(a) Subject to any express limitations in the durable power of attorney for health care, an attorney in fact shall have all the rights, powers and authority related to health-care decisions that the principal would have under District and federal law. This authority shall include, at a minimum:
(1) The authority to grant, refuse or withdraw consent to the provision of any health-care service, treatment, or procedure;
(2) The right to review the health care records of the principal;
(3) The right to be provided with all information necessary to make informed health-care decisions;
(4) The authority to select and discharge health-care professionals; and
(5) The authority to make decisions regarding admission to or discharge from health-care facilities and to take any lawful actions that may be necessary to carry out these decisions.

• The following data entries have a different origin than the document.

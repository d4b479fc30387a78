package quantity_test

import (
	"testing"

	q "similis.dev/similis/quantity"
)

// TestKindConstants checks every kind constant, written as a sum of base
// encodings, against the dimension built from its exponents.
func TestKindConstants(t *testing.T) {
	cases := []struct {
		name      string
		got, want q.Dim
	}{
		{"Length", q.Length, q.MustDim(1, 0, 0, 0, 0, 0, 0)},
		{"Mass", q.Mass, q.MustDim(0, 1, 0, 0, 0, 0, 0)},
		{"Time", q.Time, q.MustDim(0, 0, 1, 0, 0, 0, 0)},
		{"Current", q.Current, q.MustDim(0, 0, 0, 1, 0, 0, 0)},
		{"Temperature", q.Temperature, q.MustDim(0, 0, 0, 0, 1, 0, 0)},
		{"Amount", q.Amount, q.MustDim(0, 0, 0, 0, 0, 1, 0)},
		{"LuminousIntensity", q.LuminousIntensity, q.MustDim(0, 0, 0, 0, 0, 0, 1)},
		{"Area", q.Area, q.MustDim(2, 0, 0, 0, 0, 0, 0)},
		{"Volume", q.Volume, q.MustDim(3, 0, 0, 0, 0, 0, 0)},
		{"Wavenumber", q.Wavenumber, q.MustDim(-1, 0, 0, 0, 0, 0, 0)},
		{"Velocity", q.Velocity, q.MustDim(1, 0, -1, 0, 0, 0, 0)},
		{"Acceleration", q.Acceleration, q.MustDim(1, 0, -2, 0, 0, 0, 0)},
		{"Frequency", q.Frequency, q.MustDim(0, 0, -1, 0, 0, 0, 0)},
		{"AngularAcceleration", q.AngularAcceleration, q.MustDim(0, 0, -2, 0, 0, 0, 0)},
		{"Force", q.Force, q.MustDim(1, 1, -2, 0, 0, 0, 0)},
		{"Pressure", q.Pressure, q.MustDim(-1, 1, -2, 0, 0, 0, 0)},
		{"Energy", q.Energy, q.MustDim(2, 1, -2, 0, 0, 0, 0)},
		{"Power", q.Power, q.MustDim(2, 1, -3, 0, 0, 0, 0)},
		{"Momentum", q.Momentum, q.MustDim(1, 1, -1, 0, 0, 0, 0)},
		{"AngularMomentum", q.AngularMomentum, q.MustDim(2, 1, -1, 0, 0, 0, 0)},
		{"MomentOfInertia", q.MomentOfInertia, q.MustDim(2, 1, 0, 0, 0, 0, 0)},
		{"Density", q.Density, q.MustDim(-3, 1, 0, 0, 0, 0, 0)},
		{"SpecificVolume", q.SpecificVolume, q.MustDim(3, -1, 0, 0, 0, 0, 0)},
		{"SpecificWeight", q.SpecificWeight, q.MustDim(-2, 1, -2, 0, 0, 0, 0)},
		{"DynamicViscosity", q.DynamicViscosity, q.MustDim(-1, 1, -1, 0, 0, 0, 0)},
		{"KinematicViscosity", q.KinematicViscosity, q.MustDim(2, 0, -1, 0, 0, 0, 0)},
		{"SurfaceTension", q.SurfaceTension, q.MustDim(0, 1, -2, 0, 0, 0, 0)},
		{"MassFlowRate", q.MassFlowRate, q.MustDim(0, 1, -1, 0, 0, 0, 0)},
		{"VolumeFlowRate", q.VolumeFlowRate, q.MustDim(3, 0, -1, 0, 0, 0, 0)},
		{"MassFlux", q.MassFlux, q.MustDim(-2, 1, -1, 0, 0, 0, 0)},
		{"Compressibility", q.Compressibility, q.MustDim(1, -1, 2, 0, 0, 0, 0)},
		{"HeatFluxDensity", q.HeatFluxDensity, q.MustDim(0, 1, -3, 0, 0, 0, 0)},
		{"ThermalConductivity", q.ThermalConductivity, q.MustDim(1, 1, -3, 0, -1, 0, 0)},
		{"HeatTransferCoefficient", q.HeatTransferCoefficient, q.MustDim(0, 1, -3, 0, -1, 0, 0)},
		{"HeatCapacity", q.HeatCapacity, q.MustDim(2, 1, -2, 0, -1, 0, 0)},
		{"SpecificHeatCapacity", q.SpecificHeatCapacity, q.MustDim(2, 0, -2, 0, -1, 0, 0)},
		{"SpecificEnergy", q.SpecificEnergy, q.MustDim(2, 0, -2, 0, 0, 0, 0)},
		{"ThermalExpansion", q.ThermalExpansion, q.MustDim(0, 0, 0, 0, -1, 0, 0)},
		{"TemperatureGradient", q.TemperatureGradient, q.MustDim(-1, 0, 0, 0, 1, 0, 0)},
		{"MolarMass", q.MolarMass, q.MustDim(0, 1, 0, 0, 0, -1, 0)},
		{"Concentration", q.Concentration, q.MustDim(-3, 0, 0, 0, 0, 1, 0)},
		{"Charge", q.Charge, q.MustDim(0, 0, 1, 1, 0, 0, 0)},
		{"Voltage", q.Voltage, q.MustDim(2, 1, -3, -1, 0, 0, 0)},
		{"Resistance", q.Resistance, q.MustDim(2, 1, -3, -2, 0, 0, 0)},
		{"Conductance", q.Conductance, q.MustDim(-2, -1, 3, 2, 0, 0, 0)},
		{"Capacitance", q.Capacitance, q.MustDim(-2, -1, 4, 2, 0, 0, 0)},
		{"Inductance", q.Inductance, q.MustDim(2, 1, -2, -2, 0, 0, 0)},
		{"MagneticFlux", q.MagneticFlux, q.MustDim(2, 1, -2, -1, 0, 0, 0)},
		{"MagneticFluxDensity", q.MagneticFluxDensity, q.MustDim(0, 1, -2, -1, 0, 0, 0)},
		{"CatalyticActivity", q.CatalyticActivity, q.MustDim(0, 0, -1, 0, 0, 1, 0)},
		{"Illuminance", q.Illuminance, q.MustDim(-2, 0, 0, 0, 0, 0, 1)},
		{"AbsorbedDose", q.AbsorbedDose, q.MustDim(2, 0, -2, 0, 0, 0, 0)},
		{"StressIntensityFactor", q.StressIntensityFactor, q.MustParseDim("L^(-1/2) M T^-2")},
	}
	for _, c := range cases {
		if c.got != c.want {
			t.Errorf("%s = %v, want %v", c.name, c.got, c.want)
		}
	}
	if q.Dimensionless != (q.Dim(0)) || !q.Dimensionless.IsDimensionless() {
		t.Error("Dimensionless")
	}
}
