// timeReading says how a Timestamp column is read.
func (r *Reader) timeReading(layout int, first string) units.Reading {
	if layout < 0 {
		return units.Reading{From: first, To: "time in s from the first sample", Note: "seconds since 1970-01-01 UTC, as the column's name says"}
	}
	l := timeLayouts[layout]
	note := l.name
	switch {
	case !l.date:
		note += ", no date: the start is a time of day on no date, and a clock that goes back (midnight) is refused"
	case !l.zone && r.opt.Location == nil:
		note += ", no time zone written: read in UTC (set Options.Location)"
	case !l.zone:
		note += ", no time zone written: read in " + r.opt.Location.String()
	}
	return units.Reading{From: first, To: "time in s from the first sample", Note: note}
}

// timeValue reads one field of Timestamp column k as seconds from the
// column's start, setting the start at the first sample.
func (r *Reader) timeValue(k int, f []byte) (float64, error) {
	c := &r.cols[k]
	l := r.layout[k]
	if l < 0 {
		x, err := r.number(f)
		if err != nil || math.IsInf(x, 0) || math.IsNaN(x) || math.Abs(x) > 1e11 {
			return 0, errors.New("not a number of seconds since 1970 (within ±3000 years)")
		}
		if !r.started[k] {
			sec, frac := math.Modf(x)
			c.Start = time.Unix(int64(sec), int64(math.Round(frac*1e9))).UTC()
			r.startX[k], r.started[k] = x, true
		}
		return x - r.startX[k], nil
	}
	loc := r.opt.Location
	if loc == nil {
		loc = time.UTC
	}
	if len(f) > maxTimeLen {
		return 0, fmt.Errorf("not a timestamp written as the column's first (%s)", timeLayouts[l].name)
	}
	t, err := time.ParseInLocation(timeLayouts[l].layout, string(f), loc)
	if err != nil {
		return 0, fmt.Errorf("not a timestamp written as the column's first (%s)", timeLayouts[l].name)
	}
	if !r.started[k] {
		c.Start, r.started[k] = t, true
	}
	if y := t.Year() - c.Start.Year(); y > 250 || y < -250 {
		return 0, fmt.Errorf("more than 250 years from the first sample (%s)", c.Start.Format(time.RFC3339))
	}
	s := t.Sub(c.Start).Seconds()
	if !timeLayouts[l].date {
		if s < r.prev[k] {
			return 0, errors.New("the clock goes back: it may have passed midnight; log the date with the time (ISO 8601: 2026-03-04T00:00:05)")
		}
		r.prev[k] = s
	}
	return s, nil
}

// number reads a numeric field with the file's decimal mark.
func (r *Reader) number(f []byte) (float64, error) {
	point := r.decimal
	if point == 0 {
		point = '.'
	}
	if x, ok := plainDecimal(f, point); ok {
		return x, nil
	}
	if r.decimal == ',' {
		if bytes.IndexByte(f, '.') >= 0 {
			return 0, errDecimalPoint
		}
		r.num = append(r.num[:0], f...)
		if i := bytes.IndexByte(r.num, ','); i >= 0 {
			r.num[i] = '.'
		}
		f = r.num
	}
	return strconv.ParseFloat(string(f), 64)
}

// pow10 holds the powers of ten a float64 holds exactly.
var pow10 = [...]float64{1e0, 1e1, 1e2, 1e3, 1e4, 1e5, 1e6, 1e7, 1e8, 1e9, 1e10, 1e11, 1e12, 1e13, 1e14, 1e15}

// plainDecimal reads, in place, the number a data system writes most
// often: an optional sign, digits, and at most one decimal mark point,
// with no exponent and at most 15 digits in all. Its digits are then an
// integer below 2⁵³ and its scale a power of ten, both exact in a
// float64, so one correctly rounded division gives the correctly rounded
// value, the very float64 strconv.ParseFloat returns. Any other field
// reports false and is read by ParseFloat.
func plainDecimal(f []byte, point byte) (float64, bool) {
	i, neg := 0, false
	if len(f) > 0 && (f[0] == '-' || f[0] == '+') {
		neg, i = f[0] == '-', 1
	}
	var mant uint64
	digits, frac := 0, -1
	for ; i < len(f); i++ {
		c := f[i]
		switch {
		case c >= '0' && c <= '9':
			mant = mant*10 + uint64(c-'0')
			digits++
			if frac >= 0 {
				frac++
			}
		case c == point && frac < 0:
			frac = 0
		default:
			return 0, false
		}
	}
	if digits == 0 || digits > 15 {
		return 0, false
	}
	x := float64(mant)
	if frac > 0 {
		x /= pow10[frac]
	}
	if neg {
		x = -x
	}
	return x, true
}
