package quantity_test

import (
	"errors"
	"math"
	"reflect"
	"testing"

	"pgregory.net/rapid"

	q "similis.dev/similis/quantity"
)

// TestSeriesMatchesQuantity checks every Series operation against the same
// operation applied element by element with Quantity.
func TestSeriesMatchesQuantity(t *testing.T) {
	rapid.Check(t, func(t *rapid.T) {
		n := rapid.IntRange(0, 40).Draw(t, "n")
		da, db := genDim(t, "da"), genDim(t, "db")
		av := rapid.SliceOfN(rapid.Float64Range(1e-3, 1e3), n, n).Draw(t, "a")
		bv := rapid.SliceOfN(rapid.Float64Range(1e-3, 1e3), n, n).Draw(t, "b")
		cv := rapid.SliceOfN(rapid.Float64Range(1e-3, 1e3), n, n).Draw(t, "c")
		a, b, c := q.NewSeries(av, da), q.NewSeries(bv, db), q.NewSeries(cv, da)
		k := genQuantity(t, db, "k")
		f := rapid.Float64Range(-10, 10).Draw(t, "f")
		var z q.Series
		check := func(name string, s *q.Series, op func(i int) q.Quantity) {
			if s.Len() != n {
				t.Fatalf("%s: length %d, want %d", name, s.Len(), n)
			}
			for i := range n {
				if w := op(i); s.At(i) != w {
					t.Fatalf("%s[%d] = %v, element-wise %v", name, i, s.At(i), w)
				}
			}
		}
		check("Add", z.SetAdd(a, c), func(i int) q.Quantity { return a.At(i).Add(c.At(i)) })
		check("Sub", z.SetSub(a, c), func(i int) q.Quantity { return a.At(i).Sub(c.At(i)) })
		check("Mul", z.SetMul(a, b), func(i int) q.Quantity { return a.At(i).Mul(b.At(i)) })
		check("Div", z.SetDiv(a, b), func(i int) q.Quantity { return a.At(i).Div(b.At(i)) })
		check("MulQ", z.SetMulQ(a, k), func(i int) q.Quantity { return a.At(i).Mul(k) })
		check("DivQ", z.SetDivQ(a, k), func(i int) q.Quantity { return a.At(i).Div(k) })
		check("QDiv", z.SetQDiv(k, a), func(i int) q.Quantity { return k.Div(a.At(i)) })
		check("AddQ", z.SetAddQ(b, k), func(i int) q.Quantity { return b.At(i).Add(k) })
		check("SubQ", z.SetSubQ(b, k), func(i int) q.Quantity { return b.At(i).Sub(k) })
		check("Scale", z.SetScale(a, f), func(i int) q.Quantity { return a.At(i).Scale(f) })
		check("Pow", z.SetPow(a, 2, 1), func(i int) q.Quantity { return a.At(i).Pow(2, 1) })
		check("Inv", z.SetInv(a), func(i int) q.Quantity { return a.At(i).Inv() })
		sq, _ := da.Pow(2, 1)
		a2 := q.NewSeries(av, sq)
		check("Sqrt", z.SetSqrt(a2), func(i int) q.Quantity { return a2.At(i).Sqrt() })
		r := q.NewSeries(av, q.Dimensionless)
		check("Powf", z.SetPowf(r, f), func(i int) q.Quantity { return q.Powf(r.At(i), f) })
		check("Log10", z.SetLog10(r), func(i int) q.Quantity { return q.Log10(r.At(i)) })
		check("Log", z.SetLog(r), func(i int) q.Quantity { return q.Log(r.At(i)) })
		var small q.Series
		small.SetScale(q.NewSeries(bv, q.Dimensionless), 1e-3)
		check("Exp", z.SetExp(small), func(i int) q.Quantity { return q.Exp(q.Scalar(bv[i] * 1e-3)) })
		var sum q.Quantity = q.New(0, da)
		for i := range n {
			sum = sum.Add(a.At(i))
		}
		if a.Sum() != sum {
			t.Fatalf("Sum = %v, element-wise %v", a.Sum(), sum)
		}
		if da != db {
			mustPanicRapid(t, func() { z.SetAdd(a, b) })
		}
	})
}

func TestSeriesStatistics(t *testing.T) {
	s := q.NewSeries([]float64{3, 1, 4, 1, 5}, q.Pressure)
	if s.Mean() != q.New(2.8, q.Pressure) || s.Min() != q.New(1, q.Pressure) || s.Max() != q.New(5, q.Pressure) {
		t.Errorf("Mean %v, Min %v, Max %v", s.Mean(), s.Min(), s.Max())
	}
	var empty q.Series
	if !math.IsNaN(empty.Mean().Value()) || !math.IsNaN(empty.Min().Value()) {
		t.Error("statistics of an empty series should be NaN")
	}
	if err := s.Check(q.Velocity); !errors.Is(err, q.ErrDimension) {
		t.Errorf("Check: %v", err)
	}
	// Values is a view.
	s.Values()[0] = 9
	if s.At(0).Value() != 9 {
		t.Error("Values is documented as a view")
	}
	var c q.Series
	c.Set(s)
	s.Values()[0] = 0
	if c.At(0).Value() != 9 {
		t.Error("Set should copy")
	}
	defer func() {
		var le *q.Error
		if r := recover(); r == nil || !errors.As(r.(error), &le) || le.Lengths != [2]int{5, 2} || !errors.Is(le, q.ErrInvalid) {
			t.Errorf("length mismatch: panic %v", r)
		}
	}()
	c.SetAdd(s, q.NewSeries([]float64{1, 2}, q.Pressure))
}

func TestSeriesNoAllocs(t *testing.T) {
	a := q.NewSeries(make([]float64, 1000), q.Velocity)
	b := q.NewSeries(make([]float64, 1000), q.Length)
	var z q.Series
	z.SetMul(a, b)
	allocs := testing.AllocsPerRun(100, func() {
		z.SetMul(a, b).SetDiv(z, b).SetMulQ(z, q.Scalar(2)).SetScale(z, 0.5)
	})
	if allocs != 0 {
		t.Errorf("%v allocations per run, want 0 once the destination has grown", allocs)
	}
}

// TestInPlaceVerbs: an in-place Series operation never shares its name
// with a value method of Quantity, so a verb means one thing (Scale is
// kept, deprecated, for one caller).
func TestInPlaceVerbs(t *testing.T) {
	value := map[string]bool{}
	qt := reflect.TypeFor[q.Quantity]()
	for i := range qt.NumMethod() {
		value[qt.Method(i).Name] = true
	}
	st := reflect.TypeFor[*q.Series]()
	for i := range st.NumMethod() {
		m := st.Method(i)
		inPlace := m.Type.NumOut() == 1 && m.Type.Out(0) == st
		if inPlace && value[m.Name] && m.Name != "Scale" {
			t.Errorf("(*Series).%s is in place but shares its name with Quantity.%s, a value method", m.Name, m.Name)
		}
	}
}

(b)(1) Except as provided in paragraph (2) of this subsection and unless a durable power of attorney for health care provides otherwise, the designated attorney in fact, if known to a health-care provider to be available and willing to make a particular health-care decision, shall have priority over any other person to act for the principal in all matters regarding health care.
(2) A designated attorney in fact shall not have the authority to make a particular health-care decision, if the principal is able to give or withhold informed consent with respect to that decision.
(c) In exercising authority under a durable power of attorney for health care, the attorney in fact shall have a duty to act in accordance with:
(1) The wishes of the principal as expressed in the durable power of attorney for health care; or
(2) The good faith belief of the attorney in fact as to the best interests of the principal, if the wishes of the principal are unknown and cannot be ascertained.
(d) Nothing in this subchapter shall affect any right that an attorney in fact may have, independent of the designation in a durable power of attorney for health care, to make or otherwise participate in health-care decisions on behalf of the principal.
1981 Ed., § 21-2206.
Effect of Amendments
The 2016 amendment by D.C. Law 21-72 substituted “subchapter” for “chapter” in (d).
Patient or client records, obtaining from health care providers, see § 3-1210.11.
Applicability of D.C. Law 21-72: § 4 of D.C. Law 21-72 provided that the change made to this section by § 2 of D.C. Law 21-72 is subject to the inclusion of the law’s fiscal effect in an approved budget and financial plan. Therefore that amendment has not been given effect.